▶ **WHAT YOU HAVE TO DO**:
Reproduce, from the lines below, exactly the stretch that begins at the line containing "Medicine medicine;" and ends at the line containing "36 in tails.", both included.

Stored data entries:
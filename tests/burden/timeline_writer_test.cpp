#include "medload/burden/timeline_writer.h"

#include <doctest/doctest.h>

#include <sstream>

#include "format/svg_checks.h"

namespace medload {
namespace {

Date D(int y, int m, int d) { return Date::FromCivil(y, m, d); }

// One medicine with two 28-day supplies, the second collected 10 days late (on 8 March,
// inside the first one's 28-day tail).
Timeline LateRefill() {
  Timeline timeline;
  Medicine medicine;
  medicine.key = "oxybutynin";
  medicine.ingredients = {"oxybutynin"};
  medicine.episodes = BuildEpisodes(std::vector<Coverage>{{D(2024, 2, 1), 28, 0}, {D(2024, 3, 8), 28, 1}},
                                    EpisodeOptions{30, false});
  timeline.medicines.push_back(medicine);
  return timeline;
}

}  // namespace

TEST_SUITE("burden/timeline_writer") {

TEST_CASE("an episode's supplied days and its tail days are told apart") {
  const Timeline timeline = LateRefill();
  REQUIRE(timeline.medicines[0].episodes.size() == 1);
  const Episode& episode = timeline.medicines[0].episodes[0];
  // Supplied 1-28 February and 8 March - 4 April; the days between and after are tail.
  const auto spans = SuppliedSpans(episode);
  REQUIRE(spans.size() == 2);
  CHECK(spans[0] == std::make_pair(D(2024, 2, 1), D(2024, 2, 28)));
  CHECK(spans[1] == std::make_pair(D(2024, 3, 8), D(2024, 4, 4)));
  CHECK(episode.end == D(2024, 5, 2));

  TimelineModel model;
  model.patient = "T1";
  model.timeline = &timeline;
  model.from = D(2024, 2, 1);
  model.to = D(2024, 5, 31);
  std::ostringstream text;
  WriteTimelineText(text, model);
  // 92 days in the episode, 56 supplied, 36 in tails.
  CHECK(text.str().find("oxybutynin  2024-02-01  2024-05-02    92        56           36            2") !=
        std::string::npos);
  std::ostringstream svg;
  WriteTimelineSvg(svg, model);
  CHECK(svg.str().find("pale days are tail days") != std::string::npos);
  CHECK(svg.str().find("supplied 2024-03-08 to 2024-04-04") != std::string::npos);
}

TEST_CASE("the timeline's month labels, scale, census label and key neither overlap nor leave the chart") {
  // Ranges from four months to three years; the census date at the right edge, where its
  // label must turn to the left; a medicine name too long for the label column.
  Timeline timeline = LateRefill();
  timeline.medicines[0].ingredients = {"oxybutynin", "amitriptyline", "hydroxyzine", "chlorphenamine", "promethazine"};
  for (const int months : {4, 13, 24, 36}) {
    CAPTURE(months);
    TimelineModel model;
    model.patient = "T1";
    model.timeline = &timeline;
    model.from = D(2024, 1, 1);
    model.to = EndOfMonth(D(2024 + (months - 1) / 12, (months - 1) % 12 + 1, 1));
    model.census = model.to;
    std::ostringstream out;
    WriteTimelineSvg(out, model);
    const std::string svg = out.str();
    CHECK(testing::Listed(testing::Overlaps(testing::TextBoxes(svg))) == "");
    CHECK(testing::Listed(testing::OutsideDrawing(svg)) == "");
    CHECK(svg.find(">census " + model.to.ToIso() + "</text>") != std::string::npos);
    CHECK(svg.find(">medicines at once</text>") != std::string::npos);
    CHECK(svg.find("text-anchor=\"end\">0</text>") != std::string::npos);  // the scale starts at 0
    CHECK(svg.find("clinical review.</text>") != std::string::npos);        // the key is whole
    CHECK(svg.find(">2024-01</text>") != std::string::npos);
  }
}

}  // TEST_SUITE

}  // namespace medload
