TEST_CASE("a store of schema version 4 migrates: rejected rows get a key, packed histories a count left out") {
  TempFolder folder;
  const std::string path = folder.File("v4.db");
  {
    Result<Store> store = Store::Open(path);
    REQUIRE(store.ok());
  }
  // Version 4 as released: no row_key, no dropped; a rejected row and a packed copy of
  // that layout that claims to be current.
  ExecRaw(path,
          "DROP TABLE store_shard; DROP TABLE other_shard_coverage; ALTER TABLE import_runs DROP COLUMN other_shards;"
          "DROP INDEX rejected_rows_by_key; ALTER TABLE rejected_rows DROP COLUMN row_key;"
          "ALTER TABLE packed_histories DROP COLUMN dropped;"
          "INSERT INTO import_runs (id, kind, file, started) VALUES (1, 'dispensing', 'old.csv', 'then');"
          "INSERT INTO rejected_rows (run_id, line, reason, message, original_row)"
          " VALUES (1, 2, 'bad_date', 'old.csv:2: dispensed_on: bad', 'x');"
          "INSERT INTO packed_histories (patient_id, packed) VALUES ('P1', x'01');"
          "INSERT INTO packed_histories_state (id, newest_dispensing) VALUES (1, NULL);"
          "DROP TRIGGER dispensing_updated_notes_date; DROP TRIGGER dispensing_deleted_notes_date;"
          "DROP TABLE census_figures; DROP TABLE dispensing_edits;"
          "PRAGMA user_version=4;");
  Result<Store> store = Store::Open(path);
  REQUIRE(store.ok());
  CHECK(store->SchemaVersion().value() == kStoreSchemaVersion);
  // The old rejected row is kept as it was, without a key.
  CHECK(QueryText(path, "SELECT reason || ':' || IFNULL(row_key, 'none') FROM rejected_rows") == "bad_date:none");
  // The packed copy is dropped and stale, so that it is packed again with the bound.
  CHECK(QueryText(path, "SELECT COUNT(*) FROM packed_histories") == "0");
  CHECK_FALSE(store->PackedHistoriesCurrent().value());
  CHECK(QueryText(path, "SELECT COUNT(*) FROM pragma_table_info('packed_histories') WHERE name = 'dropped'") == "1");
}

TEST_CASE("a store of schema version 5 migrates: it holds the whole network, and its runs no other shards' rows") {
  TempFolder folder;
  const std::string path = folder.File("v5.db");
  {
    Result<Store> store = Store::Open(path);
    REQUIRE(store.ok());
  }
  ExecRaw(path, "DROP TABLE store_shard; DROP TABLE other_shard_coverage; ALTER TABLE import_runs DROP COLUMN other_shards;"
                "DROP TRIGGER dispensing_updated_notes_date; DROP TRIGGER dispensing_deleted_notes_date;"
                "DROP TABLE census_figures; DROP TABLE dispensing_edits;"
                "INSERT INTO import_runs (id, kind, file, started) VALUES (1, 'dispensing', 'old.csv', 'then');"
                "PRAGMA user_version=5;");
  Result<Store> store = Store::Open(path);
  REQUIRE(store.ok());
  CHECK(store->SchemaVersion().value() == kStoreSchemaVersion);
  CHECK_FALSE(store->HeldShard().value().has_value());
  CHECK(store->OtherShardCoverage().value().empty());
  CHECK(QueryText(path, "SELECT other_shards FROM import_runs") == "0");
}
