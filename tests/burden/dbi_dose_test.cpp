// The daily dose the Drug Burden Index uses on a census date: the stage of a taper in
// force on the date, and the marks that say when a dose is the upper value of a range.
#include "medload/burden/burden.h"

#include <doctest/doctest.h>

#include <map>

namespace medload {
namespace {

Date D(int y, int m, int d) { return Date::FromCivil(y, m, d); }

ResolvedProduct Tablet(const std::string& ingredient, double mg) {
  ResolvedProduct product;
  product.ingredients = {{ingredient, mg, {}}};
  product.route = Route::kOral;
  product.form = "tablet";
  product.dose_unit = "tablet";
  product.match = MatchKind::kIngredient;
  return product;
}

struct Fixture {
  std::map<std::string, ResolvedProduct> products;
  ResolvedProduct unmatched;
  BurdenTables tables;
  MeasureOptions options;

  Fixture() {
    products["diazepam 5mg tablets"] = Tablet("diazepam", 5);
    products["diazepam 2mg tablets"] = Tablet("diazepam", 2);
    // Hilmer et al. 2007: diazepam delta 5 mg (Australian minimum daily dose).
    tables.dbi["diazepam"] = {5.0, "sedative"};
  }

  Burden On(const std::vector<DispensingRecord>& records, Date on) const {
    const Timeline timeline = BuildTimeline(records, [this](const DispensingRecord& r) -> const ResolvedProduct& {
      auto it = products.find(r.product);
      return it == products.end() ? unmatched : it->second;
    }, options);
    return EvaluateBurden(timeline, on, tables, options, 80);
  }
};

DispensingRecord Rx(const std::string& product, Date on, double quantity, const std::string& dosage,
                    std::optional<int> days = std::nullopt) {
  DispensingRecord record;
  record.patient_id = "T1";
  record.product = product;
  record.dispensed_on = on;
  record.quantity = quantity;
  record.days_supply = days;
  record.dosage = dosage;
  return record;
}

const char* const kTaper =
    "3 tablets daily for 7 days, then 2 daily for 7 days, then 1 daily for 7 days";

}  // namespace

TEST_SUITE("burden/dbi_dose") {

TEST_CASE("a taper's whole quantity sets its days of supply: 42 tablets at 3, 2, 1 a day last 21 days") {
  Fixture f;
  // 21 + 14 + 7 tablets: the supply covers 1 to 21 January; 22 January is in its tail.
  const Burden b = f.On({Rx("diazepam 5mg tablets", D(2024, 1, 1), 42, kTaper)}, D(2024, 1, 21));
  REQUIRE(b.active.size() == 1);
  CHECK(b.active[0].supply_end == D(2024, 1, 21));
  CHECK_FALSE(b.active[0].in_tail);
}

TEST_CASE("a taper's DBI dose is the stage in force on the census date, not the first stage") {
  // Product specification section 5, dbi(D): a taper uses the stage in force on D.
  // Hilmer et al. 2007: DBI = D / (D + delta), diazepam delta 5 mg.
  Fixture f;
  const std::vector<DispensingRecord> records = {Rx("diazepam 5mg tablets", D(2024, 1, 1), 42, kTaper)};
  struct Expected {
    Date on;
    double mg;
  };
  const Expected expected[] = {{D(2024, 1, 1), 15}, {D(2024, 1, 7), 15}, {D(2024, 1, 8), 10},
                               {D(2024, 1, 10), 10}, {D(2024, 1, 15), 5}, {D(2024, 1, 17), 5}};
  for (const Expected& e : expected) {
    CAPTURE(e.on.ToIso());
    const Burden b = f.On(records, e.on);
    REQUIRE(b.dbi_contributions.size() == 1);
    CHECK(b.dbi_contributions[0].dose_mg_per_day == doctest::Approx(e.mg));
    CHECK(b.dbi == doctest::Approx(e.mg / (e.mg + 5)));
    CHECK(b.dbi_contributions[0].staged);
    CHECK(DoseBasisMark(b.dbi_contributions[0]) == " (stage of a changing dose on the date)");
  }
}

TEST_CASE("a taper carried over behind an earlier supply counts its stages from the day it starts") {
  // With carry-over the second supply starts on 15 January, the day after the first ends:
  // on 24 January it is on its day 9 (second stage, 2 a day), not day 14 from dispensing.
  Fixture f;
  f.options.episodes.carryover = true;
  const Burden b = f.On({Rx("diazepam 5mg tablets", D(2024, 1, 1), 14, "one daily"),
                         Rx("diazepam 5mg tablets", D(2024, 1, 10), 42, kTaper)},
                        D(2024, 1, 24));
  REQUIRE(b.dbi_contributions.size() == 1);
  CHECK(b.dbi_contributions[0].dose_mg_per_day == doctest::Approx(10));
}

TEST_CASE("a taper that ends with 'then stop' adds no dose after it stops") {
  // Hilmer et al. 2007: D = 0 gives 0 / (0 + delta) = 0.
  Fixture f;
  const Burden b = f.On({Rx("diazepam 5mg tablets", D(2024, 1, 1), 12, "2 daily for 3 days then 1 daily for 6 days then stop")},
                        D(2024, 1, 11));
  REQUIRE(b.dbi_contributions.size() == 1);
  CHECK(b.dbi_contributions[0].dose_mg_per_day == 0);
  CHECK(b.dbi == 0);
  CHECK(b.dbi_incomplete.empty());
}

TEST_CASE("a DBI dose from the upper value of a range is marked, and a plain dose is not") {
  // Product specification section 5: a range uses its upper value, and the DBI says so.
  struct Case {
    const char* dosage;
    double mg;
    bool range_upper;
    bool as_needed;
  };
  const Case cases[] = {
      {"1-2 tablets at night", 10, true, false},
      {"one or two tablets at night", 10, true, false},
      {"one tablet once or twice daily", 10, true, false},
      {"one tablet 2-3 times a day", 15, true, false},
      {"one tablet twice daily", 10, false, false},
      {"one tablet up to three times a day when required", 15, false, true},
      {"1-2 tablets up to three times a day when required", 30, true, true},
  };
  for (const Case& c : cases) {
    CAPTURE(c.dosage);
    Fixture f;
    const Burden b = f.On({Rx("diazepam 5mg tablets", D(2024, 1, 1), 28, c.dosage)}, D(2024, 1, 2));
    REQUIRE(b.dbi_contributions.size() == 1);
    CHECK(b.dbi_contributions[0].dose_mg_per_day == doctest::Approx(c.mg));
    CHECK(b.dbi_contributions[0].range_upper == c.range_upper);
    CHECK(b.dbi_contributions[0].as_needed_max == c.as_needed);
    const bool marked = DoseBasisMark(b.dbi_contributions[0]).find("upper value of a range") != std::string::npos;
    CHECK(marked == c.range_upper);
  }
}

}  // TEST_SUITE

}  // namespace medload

▶ **ANSWER SPACE**:
  Medicine medicine;
  medicine.key = "oxybutynin";
  medicine.ingredients = {"oxybutynin"};
  medicine.episodes = BuildEpisodes(std::vector<Coverage>{{D(2024, 2, 1), 28, 0}, {D(2024, 3, 8), 28, 1}},
                                    EpisodeOptions{30, false});
  timeline.medicines.push_back(medicine);
  return timeline;
}

}  // namespace

TEST_SUITE("burden/timeline_writer") {

TEST_CASE("an episode's supplied days and its tail days are told apart") {
  const Timeline timeline = LateRefill();
  REQUIRE(timeline.medicines[0].episodes.size() == 1);
  const Episode& episode = timeline.medicines[0].episodes[0];
  // Supplied 1-28 February and 8 March - 4 April; the days between and after are tail.
  const auto spans = SuppliedSpans(episode);
  REQUIRE(spans.size() == 2);
  CHECK(spans[0] == std::make_pair(D(2024, 2, 1), D(2024, 2, 28)));
  CHECK(spans[1] == std::make_pair(D(2024, 3, 8), D(2024, 4, 4)));
  CHECK(episode.end == D(2024, 5, 2));

  TimelineModel model;
  model.patient = "T1";
  model.timeline = &timeline;
  model.from = D(2024, 2, 1);
  model.to = D(2024, 5, 31);
  std::ostringstream text;
  WriteTimelineText(text, model);
  // 92 days in the episode, 56 supplied, 36 in tails.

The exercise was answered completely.